Mantido bloqueio de mais de R$ 100 mi da Oi

Objetivo é garantir devolução de ICMS aos consumidores.

Da Redação

segunda-feira, 18 de fevereiro de 2013

Atualizado às 08:22

A 1ª câmara de Direito Público do TJ/SC manteve, em decisão unânime, medida liminar obtida em ACP, que bloqueou depósitos judiciais de ICMS da Brasil Telecom. A liminar foi requerida com o objetivo de garantir a devolução do imposto aos consumidores, no valor de mais de R$ 100 milhões.

O depósito judicial dos valores relativos ao ICMS foi determinado em processo ajuizado pela Brasil Telecom em 1998. Na ação, a Brasil Telecom demonstrou que não deveria pagar ICMS ao Estado sobre os serviços de valor adicionado - como conexão à internet, serviços 0900 e 0300 e ringtones, entre outros.

Com decisão favorável à empresa, a ação transitou em julgado em 27/11/09. Porém, mesmo sem recolher o imposto, a Brasil Telecom continuou cobrando o valor do ICMS dos consumidores.

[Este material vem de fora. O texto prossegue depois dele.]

import AxeBuilder from '@axe-core/playwright';
import type { Page } from 'playwright-core';
import { afterAll, beforeAll, expect, test } from 'vitest';
import { launchBrowser, type TestBrowser } from '../support/browser.ts';
import { signInAs } from './desk.ts';

let browser: TestBrowser;
beforeAll(async () => {
  browser = await launchBrowser();
});
afterAll(() => browser.close());

async function expectAccessible(page: Page): Promise<void> {
  const { violations } = await new AxeBuilder({ page })
    .withTags(['wcag2a', 'wcag2aa', 'wcag21a', 'wcag21aa', 'wcag22aa'])
    .exclude('iframe')
    .analyze();
  expect(
    violations.map(({ id, nodes }) => `${id}: ${nodes.map(({ target }) => target.join(' ')).join('; ')}`),
  ).toEqual([]);
}

test('an owner invites somebody, whose mail is in the mailbox, whose link leads into the workspace', async () => {
  const page = await browser.newPage();
  await signInAs(page, 'owner');
  await page.getByRole('link', { name: 'People' }).click();
  await page.getByRole('button', { name: 'Invite' }).click();
  const dialog = page.getByRole('dialog');
  await dialog.getByLabel('E-mail').fill('n.newcomer@ternwick.example');
  await dialog.getByLabel('Role').selectOption('Reviewer');
  await dialog.getByRole('button', { name: 'Send the invitation' }).click();
  await page
    .getByRole('table', { name: 'Invitations' })
    .getByText(/^sent /)
    .waitFor();
  await expectAccessible(page);

  await page.getByRole('button', { name: /^Account of/ }).click();
  await page.getByRole('menuitem', { name: 'Mailbox' }).click();
  const mail = page.frameLocator('iframe');
  const link = mail.getByRole('link', { name: 'Open the invitation' });
  await link.waitFor();
  await expectAccessible(page);
  const opened = page.context().waitForEvent('page');
  await link.click();
  const asOwner = await opened;
  await asOwner.getByText(/and the invitation is for n\.newcomer@ternwick\.example/).waitFor();
  await asOwner.getByRole('button', { name: 'Sign out and go on' }).click();
  await asOwner.getByLabel('Your name').fill('Nina Newcomer');
  await expectAccessible(asOwner);
  await asOwner.getByLabel(/^Password/).fill('a lead of four hundred km');
  await asOwner.getByRole('button', { name: 'Make my account and join' }).click();
  await asOwner.getByRole('heading', { name: 'Engagements' }).waitFor();
  await asOwner.getByRole('link', { name: 'People' }).click();
  await asOwner.getByText('Nina Newcomer').waitFor();
  expect(await asOwner.getByRole('button', { name: 'Invite' }).count()).toBe(0);
});
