import type { Page } from 'playwright-core';
import { afterAll, beforeAll, describe, expect, it } from 'vitest';
import { launchBrowser, type TestBrowser } from '../support/browser.ts';
import { saved, signInAs } from './desk.ts';

let browser: TestBrowser;
beforeAll(async () => {
  browser = await launchBrowser();
});
afterAll(() => browser.close());

/** Goes to the checks of a design of one's own that has the demo's planted faults. */
const openChecks = async (page: Page, title: string): Promise<void> => {
  await page.getByRole('main').getByRole('button', { name: 'New design' }).first().click();
  const dialog = page.getByRole('dialog');
  await dialog.getByText('Demo', { exact: true }).click();
  await dialog.getByLabel('Which demo').selectOption('planted-faults');
  await dialog.getByLabel('Title').fill(title);
  await dialog.getByRole('button', { name: 'Create and open' }).click();
  await page.locator('.sheet-canvas').waitFor();
  await page.getByRole('navigation', { name: 'Design' }).getByRole('link', { name: 'Checks' }).click();
  await page.getByRole('heading', { name: 'Checks', exact: true }).waitFor();
};
const row = (page: Page, words: RegExp) =>
  page.getByRole('main').getByRole('button', { name: words, expanded: false });

describe('the checks of a design', () => {
  it('a finding is waived with a reason, counts no longer, is seen muted on the sheet, and counts again once withdrawn', async () => {
    const page = await browser.newPage();
    await signInAs(page, 'owner');
    await openChecks(page, 'Waived');
    await page.getByText('12 open.').waitFor();
    await row(page, /VNI 10120 at Head office/).click();
    await page.getByRole('button', { name: 'Waive…' }).click();
    const dialog = page.getByRole('dialog', { name: 'Waive a finding' });
    await dialog.getByRole('button', { name: 'Waive', exact: true }).click();
    await dialog.getByText(/^Reason is empty\./).waitFor();
    await dialog.getByLabel('Reason').fill('The far end translates the VNI on purpose');
    await dialog.getByLabel(/^Holds until/).fill('2020-01-01');
    await dialog.getByText(/1 January 2020 is past\. Choose a day from/).waitFor();
    await dialog.getByRole('button', { name: '30 days' }).click();
    await dialog.getByRole('button', { name: 'Waive', exact: true }).click();
    await page.getByText('11 open, 1 waived.').waitFor();

    await page.getByRole('link', { name: 'Show on the sheet' }).click();
    await page.locator('.sheet-canvas').waitFor();
    await page.getByRole('tab', { name: 'Findings 11' }).waitFor();
    await page.getByText('Blocking: VNIs differ (waived)').waitFor();

    await page.goBack();
    await page.getByText('11 open, 1 waived.').waitFor();
    await row(page, /VNI 10120 at Head office.*waived until/).click();
    await page.getByRole('button', { name: 'Withdraw the waiver' }).click();
    await page.getByText('12 open.').waitFor();
  });

  it('all safe fixes are told first, left out one by one, and made and undone as one step', async () => {
    const page = await browser.newPage();
    await signInAs(page, 'architect');
    await openChecks(page, 'Mended');
    await page.getByRole('button', { name: 'Safe fixes…' }).click();
    const dialog = page.getByRole('dialog', { name: 'Apply safe fixes' });
    await dialog.getByRole('button', { name: 'Apply 12 fixes' }).waitFor();
    await dialog.getByText(/^Sets the VNI of tn-ho-gul-b at Gullhaven to 10120/).waitFor();
    await dialog.getByRole('checkbox', { name: 'Apply the fix for finding 7' }).click();
    await dialog.getByText(/^Stays: VNI 10120 at Head office/).waitFor();
    await dialog.getByRole('button', { name: 'Apply 11 fixes' }).click();
    await page.getByText('1 open.').waitFor();
    await saved(page);
    await page.getByRole('button', { name: 'Undo', exact: true }).first().click();
    await page.getByText('12 open.').waitFor();
    expect(await row(page, /VNI 10120 at Head office/).count()).toBe(1);
  });
});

Em 2010, o MP/SC ajuizou a ACP, com pedido de liminar, para suspender a cobrança pela Brasil Telecom do ICMS sobre os chamados serviços denominados de "valor adicionado" e manter o bloqueio dos depósitos judiciais, até que o mérito da ACP seja julgado, decidindo se os valores pertencem aos consumidores ou à empresa.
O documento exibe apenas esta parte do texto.